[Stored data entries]

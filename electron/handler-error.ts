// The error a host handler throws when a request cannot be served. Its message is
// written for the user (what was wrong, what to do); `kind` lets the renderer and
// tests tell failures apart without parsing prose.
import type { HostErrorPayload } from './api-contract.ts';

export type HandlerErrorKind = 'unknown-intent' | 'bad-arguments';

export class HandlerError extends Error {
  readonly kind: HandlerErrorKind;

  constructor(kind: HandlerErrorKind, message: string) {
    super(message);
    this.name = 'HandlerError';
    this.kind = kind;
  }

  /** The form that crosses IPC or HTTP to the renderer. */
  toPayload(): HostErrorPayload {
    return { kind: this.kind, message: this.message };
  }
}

▶ Directions: The answer consists solely of the lines from the one containing "the renderer and" through the last line of the data above, reproduced exactly.

▶ Problem solution:
// written for the user (what was wrong, what to do); `kind` lets the renderer and
// tests tell failures apart without parsing prose.
import type { HostErrorPayload } from './api-contract.ts';

export type HandlerErrorKind = 'unknown-intent' | 'bad-arguments';

export class HandlerError extends Error {
  readonly kind: HandlerErrorKind;

  constructor(kind: HandlerErrorKind, message: string) {
    super(message);
    this.name = 'HandlerError';
    this.kind = kind;
  }

  /** The form that crosses IPC or HTTP to the renderer. */
  toPayload(): HostErrorPayload {
    return { kind: this.kind, message: this.message };
  }
}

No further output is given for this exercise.